“Quel giorno eravamo appena entrati quando ci hanno fatto uscire da scuola. Non ci hanno detto di preciso perché, solo che era successa una cosa brutta. Noi non abbiamo capito, credo. Oppure, non abbiamo capito che una brutta cosa poteva capitare a noi. Sono venuti tanti genitori a prendere i loro bambini ma io sono tornato a piedi. Un mio amico mi ha detto che mi avrebbe telefonato, perciò sono andato subito a vedere la segreteria e la luce lampeggiante. C’erano cinque messaggi. Tutti suoi. Del mio papà.

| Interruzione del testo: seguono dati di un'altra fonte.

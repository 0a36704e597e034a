// Text that is written fast and piece by piece: numbers in full precision, names of ions and bits, angles.
#pragma once

#include <fmt/compile.h>
#include <fmt/format.h>

#include <ostream>
#include <string_view>

#include "circuit/circuit.h"

namespace isinglass {

/// Collects text and hands it on in large pieces.
class TextWriter {
 public:
  explicit TextWriter(std::ostream& out) : out_(out) {}
  ~TextWriter() { flush(); }
  TextWriter(const TextWriter&) = delete;
  TextWriter& operator=(const TextWriter&) = delete;

  void add(std::string_view text) {
    buffer_.append(text.data(), text.data() + text.size());
    if (buffer_.size() > piece) flush();
  }
  void add(std::uint64_t number) { fmt::format_to(std::back_inserter(buffer_), FMT_COMPILE("{}"), number); }
  /// The shortest text that reads back to the same number.
  void add(double number) { fmt::format_to(std::back_inserter(buffer_), FMT_COMPILE("{}"), number); }

  template <class... Parts>
  void add(const Parts&... parts) requires(sizeof...(Parts) > 1) {
    (add(parts), ...);
  }
  void flush() {
    out_.write(buffer_.data(), static_cast<std::streamsize>(buffer_.size()));
    buffer_.clear();
  }

 private:
  static constexpr std::size_t piece = std::size_t{1} << 16;
  std::ostream& out_;
  fmt::memory_buffer buffer_;
};

/// The angle as an OpenQASM expression: a number, or constant and inputs with their factors.
std::string angle_text(Angle angle, const Circuit& circuit);

/// Names of all flat bits, "c[0]" or "c", in their order.
std::vector<std::string> bit_names(const Circuit& circuit);

/// One line of OpenQASM for a classical statement, without its end of line.
std::string statement_text(const ClassicalStatement& statement, const Circuit& circuit);

/// What stands before the first arm of a branch: "if (c[0] == 1)", "for uint i in [0:3]", "switch (n)".
std::string branch_text(const Branch& branch, const Circuit& circuit);

/// What stands before arm `arm` of an if or switch after the first: "else", "case 1, 2", "default"; of the
/// first arm of an if and of loops: empty.
std::string arm_text(const Branch& branch, std::size_t arm, const Circuit& circuit);

}  // namespace isinglass
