/// Whether the fence leaves the one-qubit frame before it without meaning, whole or up to rz.
bool forgets_frame(const Operation& op) {
  return op.kind == Kind::reset;
}
bool forgets_phase(const Operation& op) {
  return op.kind == Kind::measure || op.kind == Kind::reset;
}
bool carries_phase(const Operation& op) {
  return op.kind == Kind::barrier || op.kind == Kind::delay;
}

/// 0 and not -0; rounding around 0 is 0.
double tidy(double x) {
  return std::abs(x) < 1e-15 ? 0.0 : x;
}

/// Writes one block of items as native operations.
class Writer {
 public:
  Writer(const AxisBlock& source, Circuit& circuit, Block& out, const Promise& promise)
      : source_(source), circuit_(circuit), out_(out), promise_(promise), wires_(circuit.wires) {}

  void write() {
    plan();
    state_.resize(wires_);
    std::size_t place = 0;
    for (const Item& item : source_.items) {
      origin_ = item.origin;
      switch (item.what) {
        case Item::What::interaction:
          interaction(item, place);
          place += 2;
          break;
        case Item::What::rotation:
          symbolic_rotation(item, place);
          place += 1;
          break;
        case Item::What::fence:
          fence(source_.fences[item.fence], place);
          place += source_.fences[item.fence].wires.size();
          break;
      }
    }
    for (std::uint32_t w = 0; w < wires_; ++w) end(w, place + w);
  }

 private:
  static constexpr std::size_t no_turn = std::numeric_limits<std::size_t>::max();

  /// What pulses have done to a wire so far: ideal = rz(phase) frame, the phase being symbolic.
  struct State {
    Su2 frame = Su2::Identity();
    Angle phase;
    Axis pole = Axis::UnitZ();
    bool is_measured = false;        // the last act was a measurement
    std::size_t turn = no_turn;      // in out_: the last act was this pulse by an unknown angle
    Axis turn_axis = Axis::UnitZ();  // about this axis
  };

  /// Lists the needs of every wire, stretch by stretch, and solves them.
  void plan() {
    std::vector<std::vector<Need>> open(wires_);
    std::vector<std::size_t> longest(wires_, 0);  // stretch of each wire, or more: a reservation
    std::size_t place = 0;
    std::size_t total = wires_;
    for (const Item& item : source_.items) {
      total += item.what == Item::What::fence ? source_.fences[item.fence].wires.size()
                                              : static_cast<std::size_t>(item.wire_count());
      for (int side = 0; side < item.wire_count(); ++side) ++longest[item.wire[side]];
    }
    reserve_long(poles_, total);
    poles_.resize(total);
    for (std::uint32_t w = 0; w < wires_; ++w) reserve_long(open[w], longest[w] + 1);
    const auto close = [&](std::uint32_t wire, const Su2& frame, bool is_free) {
      Need need;
      need.what = Need::What::end;
      need.axis = frame.conjugate() * z_axis;
      need.place = static_cast<std::uint32_t>(place++);
      need.is_free = is_free;
      open[wire].push_back(need);
      choose_poles(open[wire], poles_);
      open[wire].clear();
    };
    for (const Item& item : source_.items) {
      if (item.what == Item::What::fence) {
        const Fence& fence = source_.fences[item.fence];
        for (std::size_t i = 0; i < fence.wires.size(); ++i) {
          close(fence.wires[i], fence.frames[i], forgets_frame(fence.operation));
        }
        continue;
      }
      for (int side = 0; side < item.wire_count(); ++side) {
        Need need;
        need.what = item.is_interaction() ? Need::What::interaction : Need::What::rotation;
        need.axis = item.axis[side];
        need.place = static_cast<std::uint32_t>(place++);
        open[item.wire[side]].push_back(need);
      }
    }
    const bool is_forgotten = source_.is_body && promise_.keep_bits_only;
    for (std::uint32_t w = 0; w < wires_; ++w) close(w, source_.end_frames[w], is_forgotten);
  }

  /// Pulses the wire until its pole is `pole`.
  void reach(std::uint32_t wire, const Axis& pole) {
    State& state = state_[wire];
    if ((state.pole - pole).squaredNorm() < rounding * rounding) return;
    if (state.turn != no_turn && joins(state.turn_axis, state.pole, pole)) {
      Operation& op = out_[state.turn];
      op.value[0] = tidy(wrapped(op.value[0] + swing(wire, state.turn_axis, pole)));
      return;
    }
    state.turn = no_turn;
    const Axis seen = state.frame * pole;
    const double across = std::hypot(seen.x(), seen.y());
    const double theta = std::atan2(across, seen.z());
    const double phi = across > 1e-15 ? std::atan2(-seen.x(), seen.y()) : 0.0;
    state.frame = (rotation_xy(theta, phi) * state.frame).normalized();
    state.pole = pole;
    pulse(wire, {theta}, phi);
    state.is_measured = false;
  }

  /// Turns the wire's frame about `axis` until its pole is `pole`, both poles perpendicular to the axis, and
  /// returns by what angle: somebody else's pulse does it.
  double swing(std::uint32_t wire, const Axis& axis, const Axis& pole) {
    State& state = state_[wire];
    const Axis about = state.frame * axis;
    const Axis from = state.frame * pole;
    const double angle = std::atan2(about.dot(from.cross(z_axis)), from.z());
    state.frame = (rotation(about, angle) * state.frame).normalized();
    state.pole = pole;
    return angle;
  }

  void pulse(std::uint32_t wire, Angle theta, double phi) {
    out_.push_back(circuit_.make(Kind::r, {wire}, {theta, physical(wire, phi)}, origin_));
  }

  /// The phase that the machine plays for one that the frame calls phi.
  Angle physical(std::uint32_t wire, double phi) {
    Angle angle = circuit_.forms.difference({phi}, state_[wire].phase);
    angle.constant = tidy(wrapped(angle.constant));
    return angle;
  }

  double longitude(std::uint32_t wire, const Axis& axis) const {
    const Axis seen = state_[wire].frame * axis;
    return std::atan2(seen.y(), seen.x());
  }

  void interaction(const Item& item, std::size_t place) {
    double phi[2];
    for (int side = 0; side < 2; ++side) {
      reach(item.wire[side], poles_[place + static_cast<std::size_t>(side)]);
      phi[side] = longitude(item.wire[side], item.axis[side]);
    }
    Angle theta = item.angle;
    if (theta.is_known() && theta.constant < 0) {
      theta.constant = -theta.constant;
      phi[0] += pi;
    }
    if (theta.is_known()) theta.constant = std::min(theta.constant, pi / 2);  // sums round beyond it
    out_.push_back(circuit_.make(Kind::xx, {item.wire[0], item.wire[1]},
                                 {theta, physical(item.wire[0], phi[0]), physical(item.wire[1], phi[1])},
                                 item.origin));
    for (const std::uint32_t wire : item.wire) {
      state_[wire].is_measured = false;
      state_[wire].turn = no_turn;
    }
  }

  void symbolic_rotation(const Item& item, std::size_t place) {
    const std::uint32_t wire = item.wire[0];
    State& state = state_[wire];
    const Axis& axis = item.axis[0];
    Angle angle = item.angle;
    const Axis& pole = poles_[place];
    const bool takes_along = joins(axis, state.pole, pole) && (state.pole - pole).norm() > rounding &&
                             !(state.turn != no_turn && joins(state.turn_axis, state.pole, pole));
    if (takes_along) {
      angle.constant = tidy(wrapped(angle.constant + swing(wire, axis, pole)));
    } else {
      reach(wire, pole);
    }
    state.turn = no_turn;
    const Axis seen = state.frame * axis;
    if (std::abs(seen.z()) > 0.5) {
      const Angle turn = seen.z() > 0 ? angle : circuit_.forms.negated(angle);
      state.phase = circuit_.forms.sum(state.phase, turn);
    } else {
      pulse(wire, angle, std::atan2(seen.y(), seen.x()));
      state.turn = out_.size() - 1;
      state.turn_axis = axis;
    }
    state.is_measured = false;
  }

  /// Brings the wire to rz(returned) away from the ideal state and starts a new stretch.
  Angle close(std::uint32_t wire, const Su2& frame, std::size_t place) {
    reach(wire, poles_[place]);
    State& state = state_[wire];
    const Su2 rest = frame * state.frame.conjugate();
    Angle residue = state.phase;
    residue.constant = wrapped(residue.constant + 2 * std::atan2(rest.z(), rest.w()));
    state = State{};
    return residue;
  }

  static bool is_zero(Angle angle) { return angle.is_known() && std::abs(angle.constant) < 1e-13; }

  void emit_phase(std::uint32_t wire, Angle residue) {
    if (!is_zero(residue)) out_.push_back(circuit_.make(Kind::rz, {wire}, {residue}, origin_));
  }

  void fence(const Fence& fence, std::size_t place) {
    const Operation& op = fence.operation;
    origin_ = op.origin;
    for (std::size_t i = 0; i < fence.wires.size(); ++i) {
      const std::uint32_t wire = fence.wires[i];
      const Angle residue = close(wire, fence.frames[i], place + i);
      if (carries_phase(op)) {
        state_[wire].frame = rotation_z(-residue.constant);
        state_[wire].phase = {0, residue.form};
      } else if (!forgets_phase(op)) {
        emit_phase(wire, residue);
      }
      state_[wire].is_measured = op.kind == Kind::measure;
    }
    out_.push_back(op);
  }

  void end(std::uint32_t wire, std::size_t place) {
    origin_ = {};
    reach(wire, poles_[place]);
    const bool is_forgotten = source_.is_body && (promise_.keep_bits_only || state_[wire].is_measured);
    const Angle residue = close(wire, source_.end_frames[wire], place);
    if (!is_forgotten) emit_phase(wire, residue);
  }

  const AxisBlock& source_;
  Circuit& circuit_;
  Block& out_;
  const Promise& promise_;
  std::uint32_t wires_;
  std::vector<Axis> poles_;
  std::vector<State> state_;
  Origin origin_;
};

Diceva sempre che stava bene e che tutto sarebbe finito bene, e non dovevamo preoccuparci. Dopo che ho ascoltato i messaggi è squillato il telefono. Erano le 10.26. Ho guardato il codice di identificazione e ho visto che era il suo cellulare. Non ho alzato la cornetta. Non ce la facevo. Continuava a suonare e io non riuscivo a muovermi. Volevo alzarla ma non ci riuscivo. E’ partita la segreteria. C’è stato un bip. Poi la voce di papà.
Ci sei? Ci sei? Ci sei?
Lui aveva bisogno di me e io non riuscivo ad alzare la cornetta. Non ci riuscivo. Non ce la facevo. Lo ha domandato undici volte. Lo so, perché le ho contate. Perché continuava a chiederlo? Aspettava che qualcuno tornasse a casa? E perché non chiedeva ‘C’è qualcuno?’ ‘Ci sei?’ vuol dire una persona sola. A volte penso che sapeva che ero lì. In sottofondo si sente la gente che urla e piange. E poi rumore di vetri che si rompono, ed è anche per questo che mi chiedo se stavano saltando giù.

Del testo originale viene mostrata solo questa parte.